Leetcode #1306: Jump Game III
In this guide, we solve Leetcode #1306 Jump Game III in Python and focus on the core idea that makes the solution efficient.
You will see the intuition, the step-by-step method, and a clean Python implementation you can use in interviews.
Problem Statement
Given an array of non-negative integers arr, you are initially positioned at start index of the array. When you are at index i, you can jump to i + arr[i] or i - arr[i], check if you can reach any index with value 0.
Quick Facts
- Difficulty: Medium
- Premium: No
- Tags: Depth-First Search, Breadth-First Search, Array
Intuition
We need to explore a structure deeply before backing up, which suits DFS.
DFS keeps local context on the call stack and is easy to implement recursively.
Approach
Define a recursive DFS that carries the necessary state.
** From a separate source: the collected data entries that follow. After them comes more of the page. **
// GENERATED FILE, do not edit. The validator of src/config/bellgate.schema.json, written by ajv
// standalone code generation (options: allErrors, verbose, strict).
// Regenerate after changing the schema: npm run gen:config-validator
// (= node test/gen-config-validator.mjs); test/config/validator-fresh.test.ts fails while it is stale.
/* eslint-disable */
export const validate = validate10;
export default validate10;
const schema11 = {"$schema":"http://json-schema.org/draft-07/schema#","title":"Bellgate configuration (.github/bellgate.yml)","description":"All keys are optional. Rules under metrics apply in order; a later match overrides an earlier one.","type":["object","null"],"additionalProperties":false,"properties":{"defaults":{"$ref":"#/definitions/settings"},"metrics":{"description":"Rules over metric names, applied in order.","type":["array","null"],"items":{"$ref":"#/definitions/rule"}},"groups":{"description":"Metrics that share a move of their own (instead of the timings' shared move): each member is judged on its own move beside the others'.","type":["array","null"],"items":{"$ref":"#/definitions/group"}},"family":{"description":"Control of the false alarms across the metrics of a run: holm (default) holds the chance of any false alarm in a run at the budget; none judges each metric by its cutoff.","enum":["none","bonferroni","holm","fdr"],"default":"holm","examples":["none"]},"budget":{"description":"The chance of any false alarm in a run that family control holds to, as a percent.","type":"string","pattern":"^(?:[0-9]+(?:\\.[0-9]*)?|\\.[0-9]+) ?%$","default":"1%","examples":["1%"]},"unsettled":{"description":"What a run whose shared move is beyond what the history has shown does: pass (reported, asks for a re-run) or block (fails like a regression).","enum":["pass","block"],"default":"pass","examples":["block"]},"keep":{"description":"Newest runs kept in the history; trimming is the only deletion.","type":"integer","minimum":1,"default":4000,"examples":[4000]},"input-format":{"description":"Force the metric file format instead of detecting it from content.","enum":["json","jsonl","csv","openmetrics","gobench","junit"],"examples":["json"]},"limits":{"$ref":"#/definitions/limits"}},"definitions":{"settings":{"description":"Settings for every metric, before rules apply.","type":["object","null"],"additionalProperties":false,"properties":{"cutoff":{"description":"Relative density below which a metric on its worse side is flagged.","type":"number","exclusiveMinimum":0,"exclusiveMaximum":1,"default":0.01,"examples":[0.01]},"worse":{"description":"Which direction is bad for the metric.","enum":["higher","lower","both"],"default":"higher","examples":["lower"]},"tolerance":{"description":"Smallest change worth flagging: a number in the metric's unit, or a percent of the baseline mean.","default":"1%","examples":["1%",512],"anyOf":[{"type":"number","minimum":0},{"type":"string","pattern":"^(?:[0-9]+(?:\\.[0-9]*)?|\\.[0-9]+) ?%$","description":"a percent such as \"1%\""}]},"resolution":{"description":"Smallest meaningful step of the metric; the fitted spread is never below it.","type":"number","minimum":0,"default":0,"examples":[1]},"window":{"description":"Newest baseline runs used for the fit.","type":"integer","minimum":2,"default":60,"examples":[60]},"min-runs":{"description":"Baseline runs needed before the metric is judged (fewer: learning).","type":"integer","minimum":2,"default":8,"examples":[8]},"transform":{"description":"Scale the metric is judged on: auto (the log scale for metrics with a time unit, none for the rest), none or log.","enum":["auto","none","log"],"default":"auto","examples":["log"]},"aggregate":{"description":"How repeated samples of a metric in one run become one value (auto: min for a time unit, else median).","enum":["auto","median","mean","min","max"],"default":"auto","examples":["min"]},"change-points":{"description":"Restart the baseline at a detected change of the metric's own level that lasts (a regime that comes and goes is not one).","type":"boolean","default":true,"examples":[false]},"shared-move":{"description":"A timing takes part in the run's shared move of the timings, and is judged on its own move beside it.","type":"boolean","default":true,"examples":[false]}}},"rule":{"type":"object","additionalProperties":false,"required":["match"],"properties":{"match":{"anyOf":[{"type":"string","minLength":1},{"type":"array","minItems":1,"items":{"type":"string","minLength":1}}],"description":"a glob over metric names, or a list of them; '*' stays within one '/' segment, '**' crosses them; a leading '!' excludes","examples":["size/**"]},"cutoff":{"description":"Relative density below which a metric on its worse side is flagged.","type":"number","exclusiveMinimum":0,"exclusiveMaximum":1,"examples":[0.01]},"worse":{"description":"Which direction is bad for the metric.","enum":["higher","lower","both"],"examples":["lower"]},"tolerance":{"description":"Smallest change worth flagging: a number in the metric's unit, or a percent of the baseline mean.","examples":["1%",512],"anyOf":[{"type":"number","minimum":0},{"type":"string","pattern":"^(?:[0-9]+(?:\\.[0-9]*)?|\\.[0-9]+) ?%$","description":"a percent such as \"1%\""}]},"resolution":{"description":"Smallest meaningful step of the metric; the fitted spread is never below it.","type":"number","minimum":0,"examples":[1]},"window":{"description":"Newest baseline runs used for the fit.","type":"integer","minimum":2,"examples":[60]},"min-runs":{"description":"Baseline runs needed before the metric is judged (fewer: learning).","type":"integer","minimum":2,"examples":[8]},"transform":{"description":"Scale the metric is judged on: auto (the log scale for metrics with a time unit, none for the rest), none or log.","enum":["auto","none","log"],"examples":["log"]},"aggregate":{"description":"How repeated samples of a metric in one run become one value (auto: min for a time unit, else median).","enum":["auto","median","mean","min","max"],"examples":["min"]},"change-points":{"description":"Restart the baseline at a detected change of the metric's own level that lasts (a regime that comes and goes is not one).","type":"boolean","examples":[false]},"shared-move":{"description":"A timing takes part in the run's shared move of the timings, and is judged on its own move beside it.","type":"boolean","examples":[false]},"ignore":{"description":"Report matching metrics as ignored and never judge them.","type":"boolean","examples":[true]},"relative-to":{"description":"A metric of the same run (a calibration benchmark) whose move is the shared move of the matching metrics: they are judged on their own move beside it.","type":"string","minLength":1,"examples":["latency/calibrate"]}}},"group":{"type":"object","additionalProperties":false,"required":["name"],"properties":{"name":{"description":"Name of the group, unique in the file.","type":"string","minLength":1,"maxLength":200,"examples":["latency"]},"match":{"anyOf":[{"type":"string","minLength":1},{"type":"array","minItems":1,"items":{"type":"string","minLength":1}}],"description":"Members of the group (default: the name followed by /**). a glob over metric names, or a list of them; '*' stays within one '/' segment, '**' crosses them; a leading '!' excludes","examples":["latency/*"]}}},"limits":{"description":"Size limits for metric files.","type":["object","null"],"additionalProperties":false,"properties":{"max-file-bytes":{"description":"Largest metric file read, in bytes.","type":"integer","minimum":1,"default":67108864,"examples":[67108864]},"max-line-length":{"description":"Longest line in a metric file, in characters.","type":"integer","minimum":1,"default":1048576,"examples":[1048576]},"max-metrics":{"description":"Most metrics in one run.","type":"integer","minimum":1,"default":100000,"examples":[100000]},"max-samples":{"description":"Most samples (values of metrics, before repeated values are aggregated) in one run.","type":"integer","minimum":1,"default":250000,"examples":[250000]}}}}};
const schema12 = {"description":"Settings for every metric, before rules apply.","type":["object","null"],"additionalProperties":false,"properties":{"cutoff":{"description":"Relative density below which a metric on its worse side is flagged.","type":"number","exclusiveMinimum":0,"exclusiveMaximum":1,"default":0.01,"examples":[0.01]},"worse":{"description":"Which direction is bad for the metric.","enum":["higher","lower","both"],"default":"higher","examples":["lower"]},"tolerance":{"description":"Smallest change worth flagging: a number in the metric's unit, or a percent of the baseline mean.","default":"1%","examples":["1%",512],"anyOf":[{"type":"number","minimum":0},{"type":"string","pattern":"^(?:[0-9]+(?:\\.[0-9]*)?|\\.[0-9]+) ?%$","description":"a percent such as \"1%\""}]},"resolution":{"description":"Smallest meaningful step of the metric; the fitted spread is never below it.","type":"number","minimum":0,"default":0,"examples":[1]},"window":{"description":"Newest baseline runs used for the fit.","type":"integer","minimum":2,"default":60,"examples":[60]},"min-runs":{"description":"Baseline runs needed before the metric is judged (fewer: learning).","type":"integer","minimum":2,"default":8,"examples":[8]},"transform":{"description":"Scale the metric is judged on: auto (the log scale for metrics with a time unit, none for the rest), none or log.","enum":["auto","none","log"],"default":"auto","examples":["log"]},"aggregate":{"description":"How repeated samples of a metric in one run become one value (auto: min for a time unit, else median).","enum":["auto","median","mean","min","max"],"default":"auto","examples":["min"]},"change-points":{"description":"Restart the baseline at a detected change of the metric's own level that lasts (a regime that comes and goes is not one).","type":"boolean","default":true,"examples":[false]},"shared-move":{"description":"A timing takes part in the run's shared move of the timings, and is judged on its own move beside it.","type":"boolean","default":true,"examples":[false]}}};
const schema13 = {"type":"object","additionalProperties":false,"required":["match"],"properties":{"match":{"anyOf":[{"type":"string","minLength":1},{"type":"array","minItems":1,"items":{"type":"string","minLength":1}}],"description":"a glob over metric names, or a list of them; '*' stays within one '/' segment, '**' crosses them; a leading '!' excludes","examples":["size/**"]},"cutoff":{"description":"Relative density below which a metric on its worse side is flagged.","type":"number","exclusiveMinimum":0,"exclusiveMaximum":1,"examples":[0.01]},"worse":{"description":"Which direction is bad for the metric.","enum":["higher","lower","both"],"examples":["lower"]},"tolerance":{"description":"Smallest change worth flagging: a number in the metric's unit, or a percent of the baseline mean.","examples":["1%",512],"anyOf":[{"type":"number","minimum":0},{"type":"string","pattern":"^(?:[0-9]+(?:\\.[0-9]*)?|\\.[0-9]+) ?%$","description":"a percent such as \"1%\""}]},"resolution":{"description":"Smallest meaningful step of the metric; the fitted spread is never below it.","type":"number","minimum":0,"examples":[1]},"window":{"description":"Newest baseline runs used for the fit.","type":"integer","minimum":2,"examples":[60]},"min-runs":{"description":"Baseline runs needed before the metric is judged (fewer: learning).","type":"integer","minimum":2,"examples":[8]},"transform":{"description":"Scale the metric is judged on: auto (the log scale for metrics with a time unit, none for the rest), none or log.","enum":["auto","none","log"],"examples":["log"]},"aggregate":{"description":"How repeated samples of a metric in one run become one value (auto: min for a time unit, else median).","enum":["auto","median","mean","min","max"],"examples":["min"]},"change-points":{"description":"Restart the baseline at a detected change of the metric's own level that lasts (a regime that comes and goes is not one).","type":"boolean","examples":[false]},"shared-move":{"description":"A timing takes part in the run's shared move of the timings, and is judged on its own move beside it.","type":"boolean","examples":[false]},"ignore":{"description":"Report matching metrics as ignored and never judge them.","type":"boolean","examples":[true]},"relative-to":{"description":"A metric of the same run (a calibration benchmark) whose move is the shared move of the matching metrics: they are judged on their own move beside it.","type":"string","minLength":1,"examples":["latency/calibrate"]}}};
const schema14 = {"type":"object","additionalProperties":false,"required":["name"],"properties":{"name":{"description":"Name of the group, unique in the file.","type":"string","minLength":1,"maxLength":200,"examples":["latency"]},"match":{"anyOf":[{"type":"string","minLength":1},{"type":"array","minItems":1,"items":{"type":"string","minLength":1}}],"description":"Members of the group (default: the name followed by /**). a glob over metric names, or a list of them; '*' stays within one '/' segment, '**' crosses them; a leading '!' excludes","examples":["latency/*"]}}};
const schema15 = {"description":"Size limits for metric files.","type":["object","null"],"additionalProperties":false,"properties":{"max-file-bytes":{"description":"Largest metric file read, in bytes.","type":"integer","minimum":1,"default":67108864,"examples":[67108864]},"max-line-length":{"description":"Longest line in a metric file, in characters.","type":"integer","minimum":1,"default":1048576,"examples":[1048576]},"max-metrics":{"description":"Most metrics in one run.","type":"integer","minimum":1,"default":100000,"examples":[100000]},"max-samples":{"description":"Most samples (values of metrics, before repeated values are aggregated) in one run.","type":"integer","minimum":1,"default":250000,"examples":[250000]}}};
const func2 = Object.prototype.hasOwnProperty;
const func5 = (function ucs2length(str) {
    const len = str.length;
    let length = 0;
    let pos = 0;
    let value;
    while (pos < len) {
        length++;
        value = str.charCodeAt(pos++);
        if (value >= 0xd800 && value <= 0xdbff && pos < len) {
            // high surrogate, and there is a next character
            value = str.charCodeAt(pos);
            if ((value & 0xfc00) === 0xdc00)
                pos++; // low surrogate
        }
    }
    return length;
});
const pattern0 = new RegExp("^(?:[0-9]+(?:\\.[0-9]*)?|\\.[0-9]+) ?%$", "u");
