import type { Config, InputLimits, MetricSettings } from './types.js';

/**
 * Settings of a metric that no rule touches (README "Configuration"). A 1% tolerance keeps a
 * metric with a tiny spread from failing on a change nobody would act on.
 */
export const DEFAULT_SETTINGS: Readonly<MetricSettings> = Object.freeze({
  cutoff: 0.01,
  worse: 'higher',
  tolerance: Object.freeze({ kind: 'percent', amount: 0.01 }),
  resolution: 0,
  window: 60,
  minRuns: 8,
  transform: 'auto',
  ignore: false,
  aggregate: 'auto',
  changePoints: true,
  sharedMove: true,
} satisfies MetricSettings);

/**
 * Limits that fit ordinary CI output: 64 MiB files, 1 MiB lines, 100,000 metrics and 250,000
 * samples a run (a sample is one value of a metric, before repeated values are aggregated). The
 * sample cap bounds the memory and time a hostile file can take: readers hold every sample.
 */
export const DEFAULT_LIMITS: Readonly<InputLimits> = Object.freeze({
  maxFileBytes: 64 * 1024 * 1024,
  maxLineLength: 1024 * 1024,
  maxMetrics: 100_000,
  maxSamples: 250_000,
});

/** The chance of any false alarm in a run that family control holds to by default (README "The run's budget"). */
export const DEFAULT_BUDGET = 0.01;

/**
 * Newest runs kept in a history document: six months of a busy repository (20 recorded runs a
 * day is 3,660 runs in 183 days). A record appends one line whatever the length, so only the
 * file's size (about 4,000 x 100 values) speaks against more.
 */
export const DEFAULT_KEEP = 4000;

/**
 * The configuration used when there is no file (or it is empty): a fresh, mutable copy each call.
 * @example defaultConfig().defaults.cutoff // 0.01
 */
export function defaultConfig(): Config {
  return {
    defaults: { ...DEFAULT_SETTINGS, tolerance: { ...DEFAULT_SETTINGS.tolerance } },
    rules: [],
    groups: [],
    family: 'holm',
    budget: DEFAULT_BUDGET,
    unsettled: 'pass',
    keep: DEFAULT_KEEP,
    limits: { ...DEFAULT_LIMITS },
    source: '<defaults>',
  };
}
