// GENERATED FILE, do not edit (see schema-validator.generated.js).
import type { ErrorObject } from 'ajv';

/** ajv's validate function for bellgate.schema.json: true when valid, else the errors are in .errors. */
export declare const validate: ((data: unknown) => boolean) & { errors?: ErrorObject[] | null };
export default validate;
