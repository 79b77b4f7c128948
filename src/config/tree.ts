/** A line and column (both 1-based) in a config file. */
export interface Position {
  line: number;
  col: number;
}

/**
 * A YAML document as plain data (null-prototype objects), with where each value and key was written.
 * Built by readYamlTree (yaml-tree.ts).
 */
export interface YamlTree {
  /** undefined when the document is empty or only comments. */
  value: unknown;
  /** Position of the value at a JSON pointer ("/metrics/0/match"). */
  valueAt: Map<string, Position>;
  /** Position of the key whose value sits at a JSON pointer. */
  keyAt: Map<string, Position>;
}

/**
 * JSON pointer segment escaping (RFC 6901: "~" -> "~0", "/" -> "~1"), the same as ajv's instancePath.
 * @example pointerSegment('size/app.js') // 'size~1app.js'
 */
export function pointerSegment(key: string | number): string {
  return String(key).replace(/~/g, '~0').replace(/\//g, '~1');
}
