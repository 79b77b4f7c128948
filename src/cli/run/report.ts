import { mkdir, writeFile } from 'node:fs/promises';
import { dirname } from 'node:path';
import { renderHtmlReport } from '../../report/html.js';
import type { CommandContext } from '../context.js';
import { judgeRequestedRun, type RequestedRunOptions } from '../judge-requested-run.js';
import { resolvePath } from '../paths.js';

export interface ReportOptions extends RequestedRunOptions {
  html: string;
  title?: string;
}

/**
 * The work of `bellgate report` (loaded only when that command runs, so d3 and the HTML code are
 * never loaded by the others): judges the run and writes the self-contained HTML file.
 * @throws InputError (bad files, flags), StoreError (history unreadable).
 * @example await runReport(ctx, { history: 'h.json', html: 'report.html', series: 'default' })
 */
export async function runReport(ctx: CommandContext, options: ReportOptions): Promise<void> {
  const { history, report } = await judgeRequestedRun(ctx, options);
  const html = renderHtmlReport({
    report,
    history,
    title: options.title ?? `Bellgate report: ${options.series}`,
    generatedAt: ctx.now().toISOString(),
  });
  const out = resolvePath(ctx, options.html);
  await mkdir(dirname(out), { recursive: true });
  await writeFile(out, html);
  ctx.io.stdout(`wrote ${out} (verdict ${report.verdict}, ${report.metrics.length} metrics)\n`);
}
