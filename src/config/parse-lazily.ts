import { checkedConfigTree, configFromTree, needsGlobLibrary } from './config-text.js';
import { defaultConfig } from './defaults.js';
import { exactNameCompiler } from './name-matchers.js';
import type { Config } from './types.js';

/**
 * parseConfig (load.ts), loading the glob library (picomatch, ~60 KB) only when a rule or group
 * has a glob that is more than a plain name: a config without rules, or with rules over exact
 * metric names, is read without it. Same Config, same InputError for every input.
 * @throws InputError as parseConfig.
 * @example (await parseConfigLazily('keep: 900\n', 'bellgate.yml')).keep // 900
 */
export async function parseConfigLazily(text: string, source: string): Promise<Config> {
  const tree = checkedConfigTree(text, source);
  if (tree === undefined) return { ...defaultConfig(), source };
  const globs = needsGlobLibrary(tree.value) ? (await import('./glob-matcher.js')).picomatchCompiler : exactNameCompiler;
  return configFromTree(tree, source, globs);
}
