import type { CommandContext } from '../context.js';
import type { StoreFlags } from '../open-store.js';
import { readFlagFile } from '../read-text.js';
import { runMaintenance } from './maintain.js';

export interface ImportOptions extends StoreFlags {
  runs: string;
  series: string;
}

/**
 * The work of `bellgate import`: merges the past runs into the store (a history file, or a data
 * branch) by run id; rows that cannot be used are listed on stderr with place and reason.
 * @throws InputError (unreadable runs file), StoreError (history unreadable or unwritable).
 * @example await runImport(ctx, { history: 'h.json', store: 'file', runs: 'past-runs.jsonl', series: 'default' })
 */
export async function runImport(ctx: CommandContext, options: ImportOptions): Promise<void> {
  const text = await readFlagFile(ctx, '--runs', options.runs, false);
  await runMaintenance(ctx, options, { op: 'import', text, source: options.runs });
}
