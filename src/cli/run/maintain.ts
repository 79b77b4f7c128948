import { maintain, type Maintenance } from '../../history/maintain.js';
import type { CommandContext } from '../context.js';
import { openStore, type StoreFlags } from '../open-store.js';

/**
 * The work of `bellgate mark|drop|rename|runs`: one maintenance operation on the store the flags
 * name; what it did goes to stdout.
 * @throws InputError (bad flags, no such run or metric), StoreError (exit 3).
 * @example await runMaintenance(ctx, { history: 'h.jsonl', store: 'file' }, { op: 'runs' })
 */
export async function runMaintenance(ctx: CommandContext, flags: StoreFlags, m: Maintenance): Promise<void> {
  const store = await openStore(ctx, flags);
  const done = await maintain(store, m, ctx.now());
  for (const line of done.skipped) ctx.io.stderr(`bellgate: ${line}\n`);
  for (const line of done.lines) ctx.io.stdout(`${line}\n`);
}
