import type { ErrorObject } from 'ajv';
import schema from './bellgate.schema.json' with { type: 'json' };
import { validate } from './schema-validator.generated.js';

/**
 * The JSON Schema of `.github/bellgate.yml` (draft-07), the same file that ships in the package
 * for editors. Draft-07 because it is what editor YAML plugins and ajv's default build support best.
 */
export const configSchema: Readonly<Record<string, unknown>> = schema;

/**
 * Validates plain data (from the YAML tree) against the config schema and returns every error
 * (ajv allErrors, verbose so each error carries its schema node for wording).
 * The validator is ajv's own code for this schema, generated ahead of time by ajv's standalone
 * code generation (schema-validator.generated.js, `npm run gen:config-validator`), so no run
 * compiles the schema. test/config/schema.test.ts checks the schema against the draft-07
 * meta-schema; validator-fresh.test.ts that the generated module is current and reports what a
 * run-time ajv compile reports.
 * @example schemaErrors({ defaults: { cutoff: 2 } })[0].keyword // 'exclusiveMaximum'
 */
export function schemaErrors(value: unknown): ErrorObject[] {
  return validate(value) ? [] : [...(validate.errors ?? [])];
}
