/** The resolved configuration, after YAML loading, schema validation and defaults. */

export type Worse = 'higher' | 'lower' | 'both';
export type Transform = 'none' | 'log';
export type FitMethod = 'mle' | 'unbiased' | 'robust';
export type Uncertainty = 'predictive' | 'plug-in';
export type Aggregate = 'median' | 'mean' | 'min' | 'max';
export type Family = 'none' | 'bonferroni' | 'holm' | 'fdr';

/** `tolerance: 512` is absolute (metric's unit); `tolerance: 1%` is a share of the baseline mean. */
export type Tolerance = { kind: 'absolute'; amount: number } | { kind: 'percent'; amount: number };

/** Everything that decides one metric. YAML keys are kebab-case (min-runs, relative-to, change-points). */
export interface MetricSettings {
  cutoff: number;
  worse: Worse;
  tolerance: Tolerance;
  resolution: number;
  window: number;
  minRuns: number;
  transform: Transform;
  fit: FitMethod;
  uncertainty: Uncertainty;
  ignore: boolean;
  aggregate: Aggregate;
  /** Divide by this metric of the same run before fitting (a calibration benchmark). */
  relativeTo?: string;
  /** Fit only the runs since the last detected level change (PELT), once there are min-runs of them. */
  changePoints: boolean;
}

/** One `metrics:` entry: globs over metric names and the settings it overrides. */
export interface MetricRule {
  match: string[];
  settings: Partial<MetricSettings>;
  /** 1-based line of the rule in the config file, for messages. */
  line?: number;
}

export interface GroupSpec {
  name: string;
  match: string[];
  line?: number;
}

export interface InputLimits {
  maxFileBytes: number;
  maxLineLength: number;
  maxMetrics: number;
}

export interface Config {
  defaults: MetricSettings;
  rules: MetricRule[];
  groups: GroupSpec[];
  family: Family;
  /** Newest runs kept in the history; trimming is the only deletion. */
  keep: number;
  inputFormat?: string;
  limits: InputLimits;
  /** Where it was read from, for messages ("<defaults>" when no file). */
  source: string;
}
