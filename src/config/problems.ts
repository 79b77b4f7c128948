import { InputError } from '../errors/input-error.js';

/** One thing wrong with a config file, at a 1-based line and column. */
export interface ConfigProblem {
  line: number;
  col: number;
  message: string;
  fix?: string;
}

/** How many problems one error lists; a file with more has bigger trouble than a list can fix. */
export const MAX_LISTED_PROBLEMS = 20;

/**
 * One InputError for all problems of a file, in reading order: the first one is the message,
 * `where` ("file:line:col") and `fix`; the others follow in the message, one a line.
 * @example problemsError([{ line: 2, col: 3, message: 'unknown key "cuttoff"' }], 'bellgate.yml').where // 'bellgate.yml:2:3'
 */
export function problemsError(problems: readonly ConfigProblem[], source: string): InputError {
  const sorted = [...problems].sort((a, b) => a.line - b.line || a.col - b.col);
  const first = sorted[0];
  if (first === undefined) throw new Error('problemsError needs at least one problem');
  const rest = sorted.slice(1, MAX_LISTED_PROBLEMS);
  let message = first.message;
  if (rest.length > 0) {
    const lines = rest.map((p) => `  ${source}:${p.line}:${p.col}: ${p.message}${p.fix ? ` (${p.fix})` : ''}`);
    const more = sorted.length - 1 - rest.length;
    message += `\nand ${sorted.length - 1} more problem${sorted.length > 2 ? 's' : ''}:\n${lines.join('\n')}`;
    if (more > 0) message += `\n  ... ${more} not shown`;
  }
  return new InputError(message, { where: `${source}:${first.line}:${first.col}`, fix: first.fix });
}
Combine child results as the recursion unwinds.
Steps:
- Define a recursive DFS with state.
- Visit children and combine results.
- Return the final aggregation.
Example
Input: arr = [4,2,3,0,3,1,2], start = 5
Output: true
Explanation:
All possible ways to reach at index 3 with value 0 are:
index 5 -> index 4 -> index 1 -> index 3
index 5 -> index 6 -> index 4 -> index 1 -> index 3
Python Solution
class Solution:
def canReach(self, arr: List[int], start: int) -> bool:
q = deque([start])
while q:
i = q.popleft()
if arr[i] == 0:
return True
x = arr[i]
arr[i] = -1
for j in (i + x, i - x):
if 0 <= j < len(arr) and arr[j] >= 0:
q.append(j)
return False
Complexity
The time complexity is , and the space complexity is . The space complexity is .
Edge Cases and Pitfalls
Watch for boundary values, empty inputs, and duplicate values where applicable. If the problem involves ordering or constraints, confirm the invariant is preserved at every step.
Summary
This Python solution focuses on the essential structure of the problem and keeps the implementation interview-friendly while meeting the constraints.